ClinicalTrials.gov Identifier: NCT02738892.
全球范围内,早产是导致新生儿死亡的主要原因,在低收入和中等收入国家(LMICs),早产的患病率和相关死亡率最高。准确识别早产儿对于个体层面的适当临床干预以及群体层面的知情政策决策和资源分配都非常重要。由于这些环境中通常无法进行早期产前超声检查,因此通常使用新生儿出生时的评估来估计胎龄(GA)。这种方法假设末次月经不可靠,而出生体重无法将早产儿与因胎龄小而生长受限(SGA)的婴儿区分开来。我们试图利用机器学习算法,结合与 SGA 相关的产妇因素,以提高 LMIC 环境中早产儿识别的准确性。
本研究使用了赞比亚卢萨卡正在进行的产科队列的数据,该队列使用早期妊娠超声来估计 GA。我们的目的是确定在分娩时最常用的一组参数,以将分娩正确分类为早产(<37 周)或足月,与早期超声作为金标准分配的 GA 进行比较。经过培训的助产士在新生儿出生后<72 小时进行评估,并在分娩时或之后不久收集产妇和新生儿数据。新 Ballard 评分(NBS)、末次月经(LMP)和出生体重分别用于在分娩时分配 GA,并将每个分娩分类为早产或足月。此外,机器学习技术将这些测量值与与早产和 SGA 相关的几种产妇和新生儿特征相结合,以制定分娩时的 GA 和早产预测模型。比较了所有模型的分布和准确性与早期超声检查结果。
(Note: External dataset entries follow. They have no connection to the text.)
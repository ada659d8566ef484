"""The real kind: floats with a spreadsheet's arithmetic.

`PRIMITIVES` are the functions that a form may use (see `xlroot.functions.entry`); every other
kind provides the same names. Over floats they raise instead of giving infinities: ValueError and
OverflowError stand for #NUM!, ZeroDivisionError for #DIV/0!. The operators below work on any
values, with faults as values, and follow OpenFormula (OASIS ODF 1.3 part 4, section 6.4) where
Excel's documentation does not differ: 0^0 is #NUM! and 0 to a negative power is #DIV/0!.
"""

from __future__ import annotations

import math
from collections.abc import Callable
from typing import Any

from xlroot.values import Fault, Value, to_number, to_text

FAULT_OF: dict[type[ArithmeticError] | type[ValueError], Fault] = {
    ZeroDivisionError: Fault.DIV0,
    OverflowError: Fault.NUM,
    ValueError: Fault.NUM,
}


def power(base: float, exponent: float) -> float:
    """base ^ exponent for reals; ValueError where it is not real, and for 0^0."""
    if base == 0.0:
        if exponent == 0.0:
            raise ValueError("0^0")
        if exponent < 0.0:
            raise ZeroDivisionError("0 to a negative power")
    return math.pow(base, exponent)


def sign(x: float) -> float:
    """-1, 0 or 1."""
    return (x > 0.0) - (x < 0.0) + 0.0


def modulo(x: float, divisor: float) -> float:
    """x - divisor * floor(x / divisor): the sign of the divisor."""
    if divisor == 0.0:
        raise ZeroDivisionError("MOD by 0")
    rest = math.fmod(x, divisor)
    return rest + divisor if rest and (rest < 0.0) != (divisor < 0.0) else rest


def floor(x: float) -> float:
    """The largest whole number not above x."""
    return float(math.floor(x))


def ceil(x: float) -> float:
    """The smallest whole number not below x."""
    return float(math.ceil(x))


def trunc(x: float) -> float:
    """x without its fraction."""
    return float(math.trunc(x))


def smaller(x: float, y: float) -> float:
    """The smaller of two numbers."""
    return y if y < x else x


def larger(x: float, y: float) -> float:
    """The larger of two numbers."""
    return y if y > x else x


PRIMITIVES: dict[str, Callable[..., float]] = {
    "sqrt": math.sqrt,
    "exp": math.exp,
    "ln": math.log,
    "log10": math.log10,
    "sin": math.sin,
    "cos": math.cos,
    "tan": math.tan,
    "asin": math.asin,
    "acos": math.acos,
    "atan": math.atan,
    "atan2": math.atan2,
    "sinh": math.sinh,
    "cosh": math.cosh,
    "tanh": math.tanh,
    "asinh": math.asinh,
    "acosh": math.acosh,
    "atanh": math.atanh,
    "power": power,
    "absolute": abs,
    "sign": sign,
    "floor": floor,
    "ceil": ceil,
    "trunc": trunc,
    "modulo": modulo,
    "smaller": smaller,
    "larger": larger,
    "erf": math.erf,
    "erfc": math.erfc,
    "gamma": math.gamma,
    "lngamma": math.lgamma,
}
"""`atan2(y, x)` as in mathematics; `lngamma` is the logarithm of |gamma|."""


def rule_of(form: str, count: int) -> Callable[..., float | Fault]:
    """The rule over single numbers that a form describes; faults instead of exceptions."""
    names = [f"a{position}" for position in range(count)]
    source = f"lambda {', '.join(names)}: {form.format(*names)}"
    evaluate: Callable[..., float] = eval(source, dict(PRIMITIVES))

    def rule(*arguments: float) -> float | Fault:
        try:
            result = float(evaluate(*arguments))
        except (ArithmeticError, ValueError) as error:
            return FAULT_OF[type(error)]
        return result if math.isfinite(result) else Fault.NUM

    return rule


def _arithmetic(combine: Callable[[float, float], float]) -> Callable[[Value, Value], Value]:
    def operate(left: Value, right: Value) -> Value:
        a, b = to_number(left), to_number(right)
        if isinstance(a, Fault):
            return a
        if isinstance(b, Fault):
            return b
        try:
            result = combine(a, b)
        except (ArithmeticError, ValueError) as error:
            return FAULT_OF[type(error)]
        return result if math.isfinite(result) else Fault.NUM

    return operate


_RANK: dict[type[Any], int] = {float: 0, str: 1, bool: 2}


def compare(left: Value, right: Value) -> int | Fault:
    """-1, 0 or 1 as left comes before, equals or follows right: numbers before texts before
    logicals, texts without case, a blank as the other side's 0, empty text or FALSE."""
    if isinstance(left, Fault):
        return left
    if isinstance(right, Fault):
        return right
    if left is None:
        left = _blank_like(right)
    if right is None:
        right = _blank_like(left)
    ranks = _RANK[type(left)], _RANK[type(right)]
    if ranks[0] != ranks[1]:
        return -1 if ranks[0] < ranks[1] else 1
    a: Any = left.casefold() if isinstance(left, str) else left
    b: Any = right.casefold() if isinstance(right, str) else right
    return int(a > b) - int(a < b)


def _blank_like(other: Value) -> Value:
    if isinstance(other, str):
        return ""
    return False if isinstance(other, bool) else 0.0


def _comparison(holds: Callable[[int], bool]) -> Callable[[Value, Value], Value]:
    def operate(left: Value, right: Value) -> Value:
        order = compare(left, right)
        return order if isinstance(order, Fault) else holds(order)

    return operate


def join(left: Value, right: Value) -> Value:
    """left & right."""
    a, b = to_text(left), to_text(right)
    if isinstance(a, Fault):
        return a
    return b if isinstance(b, Fault) else a + b


OPERATORS: dict[str, Callable[[Value, Value], Value]] = {
    "+": _arithmetic(lambda a, b: a + b),
    "-": _arithmetic(lambda a, b: a - b),
    "*": _arithmetic(lambda a, b: a * b),
    "/": _arithmetic(lambda a, b: a / b),
    "^": _arithmetic(power),
    "&": join,
    "=": _comparison(lambda order: order == 0),
    "<>": _comparison(lambda order: order != 0),
    "<": _comparison(lambda order: order < 0),
    "<=": _comparison(lambda order: order <= 0),
    ">": _comparison(lambda order: order > 0),
    ">=": _comparison(lambda order: order >= 0),
}
"""The two-sided operators over single values."""


def negate(value: Value) -> Value:
    """-value."""
    number = to_number(value)
    return number if isinstance(number, Fault) else -number


def percent(value: Value) -> Value:
    """value%."""
    number = to_number(value)
    return number if isinstance(number, Fault) else number / 100.0
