_GIVEN = {Gives.NUMBER: Sort.NUMBER, Gives.TEXT: Sort.TEXT, Gives.LOGICAL: Sort.LOGICAL}
_COMPARISONS = {"=": "==", "<>": "!=", "<": "<", "<=": "<=", ">": ">", ">=": ">="}
_NAMED = {"=": "equal", "<>": "differ", "<": "less", "<=": "most", ">": "more", ">=": "least_of"}
_FOLDS = {
    Fold.SUM: "total",
    Fold.PRODUCT: "product",
    Fold.MINIMUM: "least",
    Fold.MAXIMUM: "most_of",
}
_VARIABLE = re.compile(r"\b[vlg]\d+\b")
_KEEPS_INFINITY = re.compile(r"(?:sqrt|ln|log10|absolute)\(\{0\}\)")


_NOWHERE = Cell("", 1, 1)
在我们迄今为止的活产队列中(n=862),早期超声检查的分娩时 GA 中位数为 39.4 周(IQR:38.3-40.3)。在本分析中包含的所有评估新生儿中(n=468),超声检查的 GA 中位数为 39.6 周(IQR:38.4-40.3)。通过机器学习,我们确定了一组六个可访问参数(LMP、出生体重、双胞胎分娩、产妇身高、分娩时高血压和 HIV 血清阳性)的组合,可以由机器学习使用来提高当前 GA 预测方法的性能。对于早产预测,这种协变量的组合可以正确分类>94%的新生儿,并达到 0.9796 的曲线下面积(AUC)。
我们确定了一组简洁的变量,可以通过机器学习方法提高早产儿识别的准确性。我们表现最好的模型包括 LMP、出生体重、双胞胎分娩、HIV 血清阳性和与 SGA 相关的产妇因素。这些变量都可以在分娩时轻松收集,减少了一线卫生工作者评估 GA 所需的技能和时间。
ClinicalTrials.gov 标识符:NCT02738892。